The undersigned hereby grants to each such attorney-in-fact full power and authority to do and perform any and every act and thing whatsoever requisite, necessary, or proper to be done in the exercise of any of the rights and powers herein granted, as fully to all intents and purposes as the undersigned might or could do if personally present, with full power of substitution or revocation, hereby ratifying and confirming all that such attorney-in-fact, or such attorney-in-fact’s substitute or substitutes, shall lawfully do or cause to be done by virtue of this power of attorney and the rights and powers herein granted.

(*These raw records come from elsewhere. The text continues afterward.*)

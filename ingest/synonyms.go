package ingest

import (
	"strings"
	"sync"
	"unicode"

	"steelyard/meta/effect"
	"steelyard/meta/review"
)

// meaning is what a header says its column holds.
type meaning struct {
	field   review.Field
	measure effect.Measure // of an estimate's column that is named by its measure
	level   float64        // of limits, 0 when the header does not say
}

// synonyms lists for each field the plain trade words that name it, folded; the
// field's own name always does.
var synonyms = map[review.Field][]string{
	review.StudyName: {"étude", "etude", "etudes", "études", "studie", "studien", "estudio", "estudios", "auteur", "auteurs", "autor", "autores", "autoren", "nom étude", "essai", "ensayo", "trial", "author", "authors", "first author", "author year", "author and year", "study name", "trial name",
		"study author", "name", "name study", "study year", "studies", "study reference", "citation"},
	review.StudyID:      {"study id", "trial id", "study number", "trial number", "record id"},
	review.Registration: {"registration number", "registration id", "registry number", "trial registration", "registry id"},
	review.DateField: {"année", "annee", "ano", "année publication", "jahr", "publikationsjahr", "erscheinungsjahr", "año", "año publicación", "year", "publication year", "year publication", "pub year", "year published", "publication date", "date publication",
		"date published", "published", "study date"},
	review.OutcomeField:     {"endpunkt", "zielgröße", "critère jugement", "desenlace", "outcome name", "outcomes", "endpoint", "end point", "outcome measure"},
	review.Comparison:       {"contrast", "comparison name"},
	review.TimePoint:        {"timepoint", "time", "follow up", "followup", "follow up time", "length follow up"},
	review.Subgroup:         {"sub group", "stratum"},
	review.MeasureField:     {"effect measure", "measure effect", "type effect", "effect type"},
	review.Design:           {"study design", "trial design", "study type"},
	review.BetterField:      {"better direction", "wanted direction", "desired direction", "better values"},
	review.Cluster:          {"cluster trial", "clustered", "cluster randomised", "cluster randomized"},
	review.Adjusted:         {"adjusted estimate", "adjustment"},
	review.ResultType:       {"change or final", "type result"},
	review.Unit:             {"units", "unit measurement"},
	review.RiskOfBias:       {"risque biais", "verzerrungsrisiko", "riesgo sesgo", "risk bias", "rob", "overall risk bias", "risk bias overall", "bias", "risk bias judgement"},
	review.SourceField:      {"page", "source data", "data source", "where found"},
	review.HowObtained:      {"obtained", "how data were obtained", "origin"},
	review.NoteField:        {"bemerkung", "bemerkungen", "anmerkung", "anmerkungen", "kommentar", "remarque", "remarques", "commentaire", "commentaires", "nota", "notas", "comentario", "comentarios", "notes", "comment", "comments", "remark", "remarks"},
	review.Accept:           {"accepted", "accept finding", "accept findings"},
	review.Estimate:         {"effekt", "effektschätzer", "schätzer", "effet", "estimation", "efecto", "estimación", "effect", "effect size", "effect estimate", "point estimate", "estimated effect", "treatment effect"},
	review.AnalysisEstimate: {"y", "log estimate", "log effect", "log effect size", "ln estimate", "ln effect", "log point estimate"},
	review.StandardError:    {"standardfehler", "erreur standard", "erreur type", "error estándar", "error típico", "standard error", "std error", "std err", "stderr", "s e"},
	review.LimitLevel:       {"level", "confidence level", "level ci", "ci percent"},
	review.PValue:           {"p wert", "valeur p", "valor p", "p value", "pvalue", "p val"},
	review.AnalysisLow:      {"log ci low", "log ci lower", "ln ci low", "ln ci lower", "log lower limit", "log lower"},
	review.AnalysisHigh:     {"log ci high", "log ci upper", "ln ci high", "ln ci upper", "log upper limit", "log upper"},
	// What is given for each arm is made of a quantity and an arm, below; limits are
	// made of a side and a limit.
	review.Direction:         {"direction effect", "effect direction", "direction result", "sign"},
	review.TestStatistic:     {"z", "t statistic", "z statistic", "t value", "z value", "test statistic", "t test", "z score", "log rank z", "logrank z"},
	review.PSides:            {"sides", "sided", "p value sides", "tails", "tailed", "sides p", "sides test"},
	review.WithinCorrelation: {"corr", "correlation baseline", "correlation baseline end", "within person correlation", "correlation within people", "pre post correlation", "rho"},
	review.SDDifference: {"sd difference", "sd differences", "sd within person difference", "sd paired difference", "sd paired differences", "standard deviation difference",
		"standard deviation differences", "sd diff"},
	review.Coefficient: {"correlation coefficient", "pearson r", "pearson correlation", "spearman r", "r value"},
	review.Events:      {"ereignisse", "événements", "évènements", "eventos", "todesfälle", "décès", "event", "number events", "n events", "deaths", "cases", "number cases", "number with event", "total events", "events total"},
	review.Total: {"gesamtzahl", "effectif", "effectif total", "tamaño muestra", "stichprobengröße", "n", "sample size", "n total", "total n", "number participants", "number patients", "participants", "patients", "n patients", "n participants",
		"total participants", "n analysed", "n analyzed", "total number"},
	review.PersonTime:            {"person years", "patient years", "person months", "person days", "patient months", "patient days", "time at risk", "total person time"},
	review.ObservedMinusExpected: {"o e", "o minus e", "observed expected", "o less e", "logrank o e", "log rank o e"},
	review.Variance:              {"v", "variance o e", "variance o minus e", "v o e", "hypergeometric variance", "logrank variance", "log rank variance"},
	review.ClusterSize:           {"mean cluster size", "average cluster size", "people per cluster"},
	review.ICC:                   {"intracluster correlation", "intra cluster correlation", "intraclass correlation", "intracluster correlation coefficient", "intraclass correlation coefficient"},
	review.DesignEffect:          {"deff", "variance inflation"},
	review.ReportedEstimate:      {"published estimate", "reported effect", "published effect", "estimate reported", "estimate as reported"},
	review.ReportedLow:           {"reported ci lower", "reported lower", "reported low", "published ci low", "published ci lower", "ci low reported", "reported lower limit"},
	review.ReportedHigh:          {"reported ci upper", "reported upper", "reported high", "published ci high", "published ci upper", "ci high reported", "reported upper limit"},
	review.ReportedP:             {"reported p value", "published p", "published p value", "p reported", "p value reported"},
	review.ScaleLow:              {"scale minimum", "scale min", "lowest score", "lowest possible score", "minimum possible", "scale lower end"},
	review.ScaleHigh:             {"scale maximum", "scale max", "highest score", "highest possible score", "maximum possible", "scale upper end"},
	review.Items:                 {"number items", "n items", "scale items", "items scale"},
	review.NoField:               nil,
}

The undersigned acknowledges that the foregoing attorneys-in-fact, in serving in such capacity at the request of the undersigned, are not assuming, nor is the Company assuming, any of the undersigned’s responsibilities to comply with Section 16 of the Securities Exchange Act of 1934.

 

This Power of Attorney shall remain in full force and effect until the undersigned is no longer required to file Form ID, Forms 3, 4, 5, 13D and 13G, as applicable, with respect to the undersigned’s holdings of and transactions in securities issued by the Company, unless earlier revoked by the undersigned in a signed writing delivered to the foregoing attorneys-in-fact.

 

[SIGNATURE PAGE FOLLOWS]

 

 

 

IN WITNESS WHEREOF, the undersigned has caused this Power of Attorney to be executed as of this 16th day of September, 2022.